3 Responses to “14.06.2006… un canto che resta: Cesare Basile@La casa 139 (dvd+cd)”

  1. rob says:

    Gesti, immagini, suoni non solo amati ma che si fanno carne, ossa, respiro. Le tue parole sottolineano i dettagli di un sentire che prevede l’ar-resa al bello in quanto tale, in quanto necessità.

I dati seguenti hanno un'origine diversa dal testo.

/**
 * Wraps every JSON handler: the signed-in check (401), the role check (403), and one error
 * body for everything thrown (DESIGN §5).
 */
import type { RequestEvent } from '@sveltejs/kit';
import { requireRole, requireUser } from './auth/guards';
import type { SessionUser } from './auth/types';
import type { Role } from './db/models';
import { compressFor } from './compress';
import { AppError, toErrorResponse, ValidationError } from './errors';

type Handler = (event: RequestEvent, user: SessionUser) => Promise<Response | unknown>;

export function api(fn: Handler, opts: { roles?: readonly Role[] } = {}) {
	return async (event: RequestEvent): Promise<Response> => {
		try {
			const user = opts.roles ? requireRole(event.locals, opts.roles) : requireUser(event.locals);
			const out = await fn(event, user);
			return out instanceof Response ? out : Response.json(out);
		} catch (err) {
			return toErrorResponse(err);
		}
	};
}

/**
 * An answer whose JSON text is already written (the sync pull writes its own,
 * `sync/pull-json.ts`), compressed in one go as `request` accepts (`compress.ts`). With
 * `since` (a `performance.now()`), a `Server-Timing` header says how long the handler took
 * (`handler;dur=…` in ms, W3C Server Timing; the compression included), for benchmarks and
 * the browser's network panel.
 */
export async function jsonText(request: Request, body: Uint8Array, since?: number): Promise<Response> {
	const out = await compressFor(request.headers.get('accept-encoding'), body);
	const headers: Record<string, string> = { 'content-type': 'application/json', vary: 'Accept-Encoding' };
	if (out.encoding) headers['content-encoding'] = out.encoding;
	if (since !== undefined) headers['server-timing'] = `handler;dur=${(performance.now() - since).toFixed(1)}`;
	return new Response(out.body as BodyInit, { headers }); // a Buffer is a valid body (its type says ArrayBufferLike)
}

/** Parse the JSON body; a malformed body is a 400 like any invalid input. */
export async function readJson(request: Request): Promise<unknown> {
	try {
		return await request.json();
	} catch {
		throw new ValidationError({ _: 'The body is not valid JSON' }, 'Malformed JSON');
	}
}

export { AppError };
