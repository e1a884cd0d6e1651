/**
 * The shapes the merge rule works on (DESIGN §5), shared by `merge.ts`, `merge-field.ts`,
 * the in-memory reference server and the real server's sync service. Plain JSON values only.
 */
import type { Entity, Op, PushResult } from './protocol';

/** Who sent a value: the signed-in user, the device, its clock (display only) and the op. */
export type Writer = { deviceId: string; userId: string; deviceTime: string; opId: string };

/**
 * The server's state of one record. Invariants: `version` ≥ 1 and counts value changes
 * (a create is 1, every op that changes a value or deletes adds exactly 1);
 * `fieldVersions[f]` ≤ `version` is the version that last changed field `f`;
 * `fieldWriters[f]` lists, one entry per device, the writers standing behind the current
 * value of `f`: the one who last changed it plus any device that later sent the same value
 * without having seen it. A deleted record is a tombstone (`deleted`), never removed.
 */
export type RecordState = {
	version: number;
	deleted: boolean;
	fields: Record<string, unknown>;
	fieldVersions: Record<string, number>;
	fieldWriters: Record<string, Writer[]>;
};

/** An op as the merge sees it: the pushed op plus the authenticated user and device. */
export type MergeOp = Pick<
	Op,
	'opId' | 'entity' | 'entityId' | 'kind' | 'baseVersion' | 'fields' | 'deviceTime'
> & { deviceId: string; userId: string };

/** A value a device sent that clashes with the record's value, with its writer. */
export type Candidate = Writer & { value: unknown };

/**
 * A kept clash on one field of one record; at most one `open` per record and field.
 * `server` mirrors the record's value and writers (the record keeps that value until the
 * lead settles); `candidates` holds, one per device, the latest clashing value, never equal
 * to `server.value`. A conflict whose candidates all came round to the record's value is
 * `agreed` (closed: nothing left to decide). The pseudo-field `DELETED_FIELD` holds a clash
 * between a delete (value `true`) and changes made since by other devices (value `false`).
 */
export type Conflict = {
	conflictId: string;
	entity: Entity;
	entityId: string;
	field: string;
	status: 'open' | 'agreed';
	server: { value: unknown; writers: Writer[] };
	candidates: Candidate[];
};

/** Pseudo-field of a delete-against-newer-changes conflict (never a real field name). */
export const DELETED_FIELD = '_deleted';

/** One changed value, for the audit log (`old` is null for a create). */
export type FieldChange = { field: string; old: unknown; new: unknown };

/**
 * What one op does. `state` is what to store (the input state when rejected or for a delete
 * that clashed); `changed` the values that changed (for the audit); `feed` the change-feed
 * row to append, if any; `conflicts` the conflicts opened, joined or closed by this op,
 * each in its full new form (upsert by `conflictId`).
 */
export type MergeOutcome = {
	result: PushResult;
	state: RecordState | null;
	changed: FieldChange[];
	feed: 'upsert' | 'delete' | null;
	conflicts: Conflict[];
};

/** The record's open conflicts, and how to make an id for a new one. */
export type MergeContext = {
	openConflicts: readonly Conflict[];
	newConflictId: () => string;
};
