/**
 * An answer's bytes compressed in one go, for the large JSON answers the app writes whole
 * (the sync pull). The app process compresses everything else as a stream (`compression` in
 * `scripts/lib/app-process.js`); fed a multi-megabyte body, that stream costs ten times what
 * one call to zlib does (`npm run bench:pull`), so these answers arrive already encoded and
 * the stream leaves them alone. Same choices as the stream: brotli when the client takes it,
 * else gzip, each at its fastest setting, and nothing under 1 KiB.
 */
import { promisify } from 'node:util';
import zlib from 'node:zlib';
import Negotiator from 'negotiator';

const brotli = promisify(zlib.brotliCompress);
const gzip = promisify(zlib.gzip);

/** Below this an answer goes as it is (as the stream's threshold). */
export const COMPRESS_FROM = 1024;

/** `body` encoded as the request's `Accept-Encoding` prefers: the bytes and the `Content-Encoding` (none: as it is). */
export async function compressFor(acceptEncoding: string | null, body: Uint8Array): Promise<{ body: Uint8Array; encoding?: 'br' | 'gzip' }> {
	if (body.length < COMPRESS_FROM || !acceptEncoding) return { body };
	// Either is welcome when the client takes it at all; brotli first (smaller, and as fast here).
	const ok = new Negotiator({ headers: { 'accept-encoding': acceptEncoding } }).encodings(['br', 'gzip']);
	if (ok.includes('br'))
		return {
			body: await brotli(body, { params: { [zlib.constants.BROTLI_PARAM_QUALITY]: 1, [zlib.constants.BROTLI_PARAM_SIZE_HINT]: body.length } }),
			encoding: 'br'
		};
	if (ok.includes('gzip')) return { body: await gzip(body, { level: zlib.constants.Z_BEST_SPEED }), encoding: 'gzip' };
	return { body };
}
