/** JSON that keeps ±Infinity (an OL reading is Infinity): written as the strings below. */
export const stringifyNumbers = (v: unknown) =>
	JSON.stringify(v, (_k, x) => (x === Infinity ? 'Infinity' : x === -Infinity ? '-Infinity' : x));

/** Reverse of `stringifyNumbers`. */
export const parseNumbers = <T = unknown>(s: string): T =>
	JSON.parse(s, (_k, x) => (x === 'Infinity' ? Infinity : x === '-Infinity' ? -Infinity : x));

Grazie.

  2. Vladybox says:

    “…All’ombra de L’albero di Giuda, tra il cranio e Il deserto, tra i carri di Arlecchino e il talento della morte, si può osservare la grazia di un uomo che sa scrivere con la voce della gola e della chitarra versi in cui la carne dilaniata non si rimargina, ma apprende ad essere bellezza.
    Quando il silenzio giunge davvero ci si ritrova una lacrima in bocca, un brivido in petto, un dolore tra le dita ed ovunque la sensazione forte del tocco di una musica che è esperienza del sublime, del meraviglioso che non rassicura ma toglie il fiato e dà vita.”
    Questa parte resta tra le più belle scritte in Losthighways…mi sono commosso…e abbiamo fatto bene io e Amy ad insistere che scrivessi questo pezzo per lui…una persona unica che abbiamo avuto il piacere di conoscere e ci ha tolto il fiato dandoci vita…grazie Valentina (il dvd è fantastico perchè si respira intimità senza effetti speciali…)

  3. Amy says:

    Occorre saper “sentire” per scrivere così di C. Basile.